## TASK MATERIAL
● ● ● ● ●
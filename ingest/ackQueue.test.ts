import { describe, expect, it } from 'vitest';
import { AckQueue } from './ackQueue';

describe('AckQueue', () => {
  it('sends nothing before commit and then in arrival order', () => {
    const sent: number[] = [];
    const q = new AckQueue();
    for (const id of [1, 2, 3]) q.arrived(id);
    for (const id of [1, 2, 3]) expect(q.hold(id, () => sent.push(id))).toBe(true);
    q.committed(3);
    q.committed(2);
    expect(sent).toEqual([]);
    q.committed(1);
    expect(sent).toEqual([1, 2, 3]);
    expect(q.waiting).toBe(0);
  });

  it('handles a commit that comes before the client asks to acknowledge', () => {
    const sent: number[] = [];
    const q = new AckQueue();
    q.arrived(7);
    q.committed(7);
    expect(sent).toEqual([]);
    q.hold(7, () => sent.push(7));
    expect(sent).toEqual([7]);
  });

  it('lets through acknowledgements it does not hold', () => {
    expect(new AckQueue().hold(42, () => {})).toBe(false);
  });

  it('keeps a reused message id apart from the earlier message', () => {
    const sent: string[] = [];
    const q = new AckQueue();
    q.arrived(5);
    q.hold(5, () => sent.push('first'));
    q.committed(5);
    q.arrived(5);
    q.hold(5, () => sent.push('second'));
    expect(sent).toEqual(['first']);
    q.committed(5);
    expect(sent).toEqual(['first', 'second']);
  });
});

describe('AckQueue with many messages', () => {
  it('releases 5,000 acknowledgements in arrival order whatever the commit order', () => {
    const sent: number[] = [];
    const q = new AckQueue();
    const ids = Array.from({ length: 5000 }, (_, i) => (i % 65535) + 1);
    for (const id of ids) q.arrived(id);
    for (const id of ids) q.hold(id, () => sent.push(id));
    // Commit in a scrambled but complete order (a fixed permutation).
    const order = ids.map((_, i) => (i * 7919) % ids.length);
    for (const i of order) q.committed(ids[i]!);
    expect(sent).toEqual(ids);
    expect(q.waiting).toBe(0);
  });
});
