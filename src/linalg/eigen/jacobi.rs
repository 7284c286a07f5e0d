//! The complex Jacobi eigensolvers: the size-specialised cyclic one (`jacobi_fixed::<N>`,
//! warm starts and the fallback of the fast paths) and the straightforward dynamic-size one
//! (`jacobi`, the reference the fast paths are tested against). See the notes of `eigen`.

use super::{sort_pairs, JACOBI_MAX_N, SMALL_MAX_N};
use crate::error::{CoreError, CoreResult};
use crate::C64;

const MAX_SWEEPS: usize = 60;

/// One complex Jacobi rotation J = D R that annihilates a[p][q]:
/// J[p][p] = c, J[p][q] = s, J[q][p] = −s e^{−iφ}, J[q][q] = c e^{−iφ} with e^{iφ} = a_pq/|a_pq|.
#[derive(Clone, Copy)]
struct Rot {
    active: bool,
    c: f64,
    s: f64,
    jqp: C64,
    jqq: C64,
    /// t·|a_pq|: a_pp decreases and a_qq increases by this much
    shift: f64,
}

impl Rot {
    const IDLE: Rot = Rot {
        active: false,
        c: 1.0,
        s: 0.0,
        jqp: C64::new(0.0, 0.0),
        jqq: C64::new(1.0, 0.0),
        shift: 0.0,
    };

    #[inline(always)]
    fn annihilating(apq: C64, app: f64, aqq: f64, tol: f64) -> Rot {
        let mag2 = apq.norm_sqr();
        if mag2 == 0.0 || mag2 <= tol * 1e-4 {
            return Rot::IDLE;
        }
        let mag = mag2.sqrt();
        let ph_c = apq.conj() / mag; // e^{−iφ}
        let tau = (aqq - app) / (2.0 * mag);
        let t = if tau >= 0.0 {
            1.0 / (tau + (1.0 + tau * tau).sqrt())
        } else {
            -1.0 / (-tau + (1.0 + tau * tau).sqrt())
        };
        let c = 1.0 / (1.0 + t * t).sqrt();
        let s = t * c;
        Rot {
            active: true,
            c,
            s,
            jqp: -ph_c * s,
            jqq: ph_c * c,
            shift: t * mag,
        }
    }
}

/// Round-robin schedules of all pairs (p < q) for n = 0…`JACOBI_MAX_N`: rounds of n/2 disjoint
/// pairs (n − 1 rounds for even n, n rounds for odd n, where one index sits out each round).
pub(super) const SCHEDULE: [[(u8, u8); 32]; JACOBI_MAX_N + 1] = {
    let mut all = [[(0u8, 0u8); 32]; JACOBI_MAX_N + 1];
    let mut n = 2;
    while n <= JACOBI_MAX_N {
        // circle method on m = n (even) or n + 1 (odd, index n is a dummy) players
        let m = if n % 2 == 0 { n } else { n + 1 };
        let mut idx = 0;
        let mut r = 0;
        while r < m - 1 {
            let mut k = 0;
            while k < m / 2 {
                let (x, y) = if k == 0 {
                    (m - 1, r)
                } else {
                    ((r + k) % (m - 1), (r + m - 1 - k) % (m - 1))
                };
                if x < n && y < n {
                    let (p, q) = if x < y { (x, y) } else { (y, x) };
                    all[n][idx] = (p as u8, q as u8);
                    idx += 1;
                }
                k += 1;
            }
            r += 1;
        }
        n += 1;
    }
    all
};

/// Size-specialised cyclic Jacobi (see the module notes). Same rotations and the same
/// convergence test as [`jacobi`]; `guess` (if any) sets the starting basis.
// Index loops read like the matrix algebra they implement; iterator forms obscure p/q symmetry.
#[allow(clippy::needless_range_loop)]
#[inline(always)]
pub(super) fn jacobi_fixed<const N: usize>(
    h: &[C64],
    guess: Option<&[C64]>,
    evals: &mut [f64],
    vecs: &mut [C64],
) -> CoreResult<()> {
    let zero = C64::new(0.0, 0.0);
    let mut a = [[zero; N]; N];
    // symmetrise: use the Hermitian part so round-off in the input cannot bias the result
    for i in 0..N {
        for j in 0..N {
            a[i][j] = (h[i * N + j] + h[j * N + i].conj()) * 0.5;
        }
    }
    let total: f64 = a.iter().flatten().map(|z| z.norm_sqr()).sum();
    // v[k] is eigenvector k (stored by columns of V as rows here, so a rotation touches two
    // contiguous rows)
    let mut v = [[zero; N]; N];
    match guess {
        None => {
            for (k, row) in v.iter_mut().enumerate() {
                row[k] = C64::new(1.0, 0.0);
            }
        }
        Some(g) => {
            for k in 0..N {
                for i in 0..N {
                    v[k][i] = g[i * N + k];
                }
            }
            // A ← G† A G, G's columns are v[k]
            let mut ag = [[zero; N]; N];
            for i in 0..N {
                for k in 0..N {
                    let mut s = zero;
                    for j in 0..N {
                        s += a[i][j] * v[k][j];
                    }
                    ag[i][k] = s;
                }
            }
            for k in 0..N {
                for l in k..N {
                    let mut s = zero;
                    for i in 0..N {
                        s += v[k][i].conj() * ag[i][l];
                    }
                    a[k][l] = s;
                    a[l][k] = s.conj();
                }
                a[k][k].im = 0.0;
            }
        }
    }
    let tol = (f64::EPSILON * f64::EPSILON) * total.max(f64::MIN_POSITIVE);
    let mut converged = false;
    for _ in 0..MAX_SWEEPS {
        let mut off = 0.0;
        for p in 0..N {
            for q in p + 1..N {
                off += a[p][q].norm_sqr();
            }
        }
        if off <= tol {
            converged = true;
            break;
        }
        // Tournament (round-robin) order: the pairs of one round are disjoint, so their
        // rotation parameters — the sqrt/div chain that dominates at small n — depend only on
        // entries no other rotation of the round touches and can be computed together, letting
        // the CPU overlap them. Applying them one after the other is then exactly the
        // sequential cyclic method in this order.
        let sched = &SCHEDULE[N];
        let per_round = N / 2;
        for round in 0..N - 1 + (N % 2) {
            let pairs = &sched[round * per_round..(round + 1) * per_round];
            let mut rot = [Rot::IDLE; JACOBI_MAX_N / 2];
            for (r, &(p, q)) in rot.iter_mut().zip(pairs) {
                *r = Rot::annihilating(
                    a[p as usize][q as usize],
                    a[p as usize][p as usize].re,
                    a[q as usize][q as usize].re,
                    tol,
                );
            }
            for (r, &(p, q)) in rot.iter().zip(pairs) {
                if !r.active {
                    continue;
                }
                let (p, q) = (p as usize, q as usize);
                let (c, s, jqp, jqq) = (r.c, r.s, r.jqp, r.jqq);
                let (app, aqq) = (a[p][p].re, a[q][q].re);
                // columns p, q of A J for the rows k ≠ p, q; rows p, q follow by Hermiticity
                for k in 0..N {
                    if k == p || k == q {
                        continue;
                    }
                    let akp = a[k][p];
                    let akq = a[k][q];
                    let np = akp * c + akq * jqp;
                    let nq = akp * s + akq * jqq;
                    a[k][p] = np;
                    a[k][q] = nq;
                    a[p][k] = np.conj();
                    a[q][k] = nq.conj();
                }
                a[p][q] = zero;
                a[q][p] = zero;
                a[p][p] = C64::new(app - r.shift, 0.0);
                a[q][q] = C64::new(aqq + r.shift, 0.0);
                for i in 0..N {
                    let vp = v[p][i];
                    let vq = v[q][i];
                    v[p][i] = vp * c + vq * jqp;
                    v[q][i] = vp * s + vq * jqq;
                }
            }
        }
    }
    if !converged {
        return Err(CoreError::NoConvergence(format!(
            "Jacobi eigensolver, n = {N}, after {MAX_SWEEPS} sweeps"
        )));
    }
    // sort ascending (insertion sort on an index array), then write columns
    let mut order = [0usize; N];
    for (k, o) in order.iter_mut().enumerate() {
        *o = k;
    }
    for i in 1..N {
        let mut j = i;
        while j > 0 && a[order[j - 1]][order[j - 1]].re > a[order[j]][order[j]].re {
            order.swap(j - 1, j);
            j -= 1;
        }
    }
    for (k, &o) in order.iter().enumerate() {
        evals[k] = a[o][o].re;
        for i in 0..N {
            vecs[i * N + k] = v[o][i];
        }
    }
    Ok(())
}

/// Cyclic complex Jacobi. Each rotation J = D R (D a diagonal phase, R a real Givens rotation)
/// annihilates one off-diagonal pair; A ← J†AJ and V ← VJ.
pub(super) fn jacobi(h: &[C64], n: usize, evals: &mut [f64], vecs: &mut [C64]) -> CoreResult<()> {
    let mut a = [C64::new(0.0, 0.0); SMALL_MAX_N * SMALL_MAX_N];
    for i in 0..n {
        for j in 0..n {
            // symmetrise: use the Hermitian part so round-off in the input cannot bias the result
            a[i * n + j] = (h[i * n + j] + h[j * n + i].conj()) * 0.5;
        }
    }
    let v = &mut vecs[..n * n];
    v.iter_mut().for_each(|x| *x = C64::new(0.0, 0.0));
    for i in 0..n {
        v[i * n + i] = C64::new(1.0, 0.0);
    }
    let total: f64 = a[..n * n].iter().map(|z| z.norm_sqr()).sum();
    let tol = (f64::EPSILON * f64::EPSILON) * total.max(f64::MIN_POSITIVE);
    let mut converged = n <= 1;
    for _ in 0..MAX_SWEEPS {
        let mut off = 0.0;
        for p in 0..n {
            for q in p + 1..n {
                off += a[p * n + q].norm_sqr();
            }
        }
        if off <= tol {
            converged = true;
            break;
        }
        for p in 0..n {
            for q in p + 1..n {
                let apq = a[p * n + q];
                let mag = apq.norm();
                if mag == 0.0 || mag * mag <= tol * 1e-4 {
                    continue;
                }
                let phase = apq / mag; // e^{iφ}
                let app = a[p * n + p].re;
                let aqq = a[q * n + q].re;
                let tau = (aqq - app) / (2.0 * mag);
                let t = if tau >= 0.0 {
                    1.0 / (tau + (1.0 + tau * tau).sqrt())
                } else {
                    -1.0 / (-tau + (1.0 + tau * tau).sqrt())
                };
                let c = 1.0 / (1.0 + t * t).sqrt();
                let s = t * c;
                // J[p][p] = c, J[p][q] = s, J[q][p] = -s e^{-iφ}, J[q][q] = c e^{-iφ}
                let ph_c = phase.conj();
                let jqp = -ph_c * s;
                let jqq = ph_c * c;
                // columns: A ← A J
                for k in 0..n {
                    let akp = a[k * n + p];
                    let akq = a[k * n + q];
                    a[k * n + p] = akp * c + akq * jqp;
                    a[k * n + q] = akp * s + akq * jqq;
                }
                // rows: A ← J† A
                for k in 0..n {
                    let apk = a[p * n + k];
                    let aqk = a[q * n + k];
                    a[p * n + k] = apk * c + aqk * jqp.conj();
                    a[q * n + k] = apk * s + aqk * jqq.conj();
                }
                a[p * n + q] = C64::new(0.0, 0.0);
                a[q * n + p] = C64::new(0.0, 0.0);
                a[p * n + p] = C64::new(app - t * mag, 0.0);
                a[q * n + q] = C64::new(aqq + t * mag, 0.0);
                for k in 0..n {
                    let vkp = v[k * n + p];
                    let vkq = v[k * n + q];
                    v[k * n + p] = vkp * c + vkq * jqp;
                    v[k * n + q] = vkp * s + vkq * jqq;
                }
            }
        }
    }
    if !converged {
        return Err(CoreError::NoConvergence(format!(
            "Jacobi eigensolver, n = {n}, after {MAX_SWEEPS} sweeps"
        )));
    }
    for i in 0..n {
        evals[i] = a[i * n + i].re;
    }
    sort_pairs(n, evals, v);
    Ok(())
}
● ● ● ● ●
## YOUR GOAL
Check the listing above for lines containing the string "from", and copy each one.

## TASK RESPONSE
import { describe, expect, it } from 'vitest';
import { AckQueue } from './ackQueue';
  it('keeps a reused message id apart from the earlier message', () => {
    const ids = Array.from({ length: 5000 }, (_, i) => (i % 65535) + 1);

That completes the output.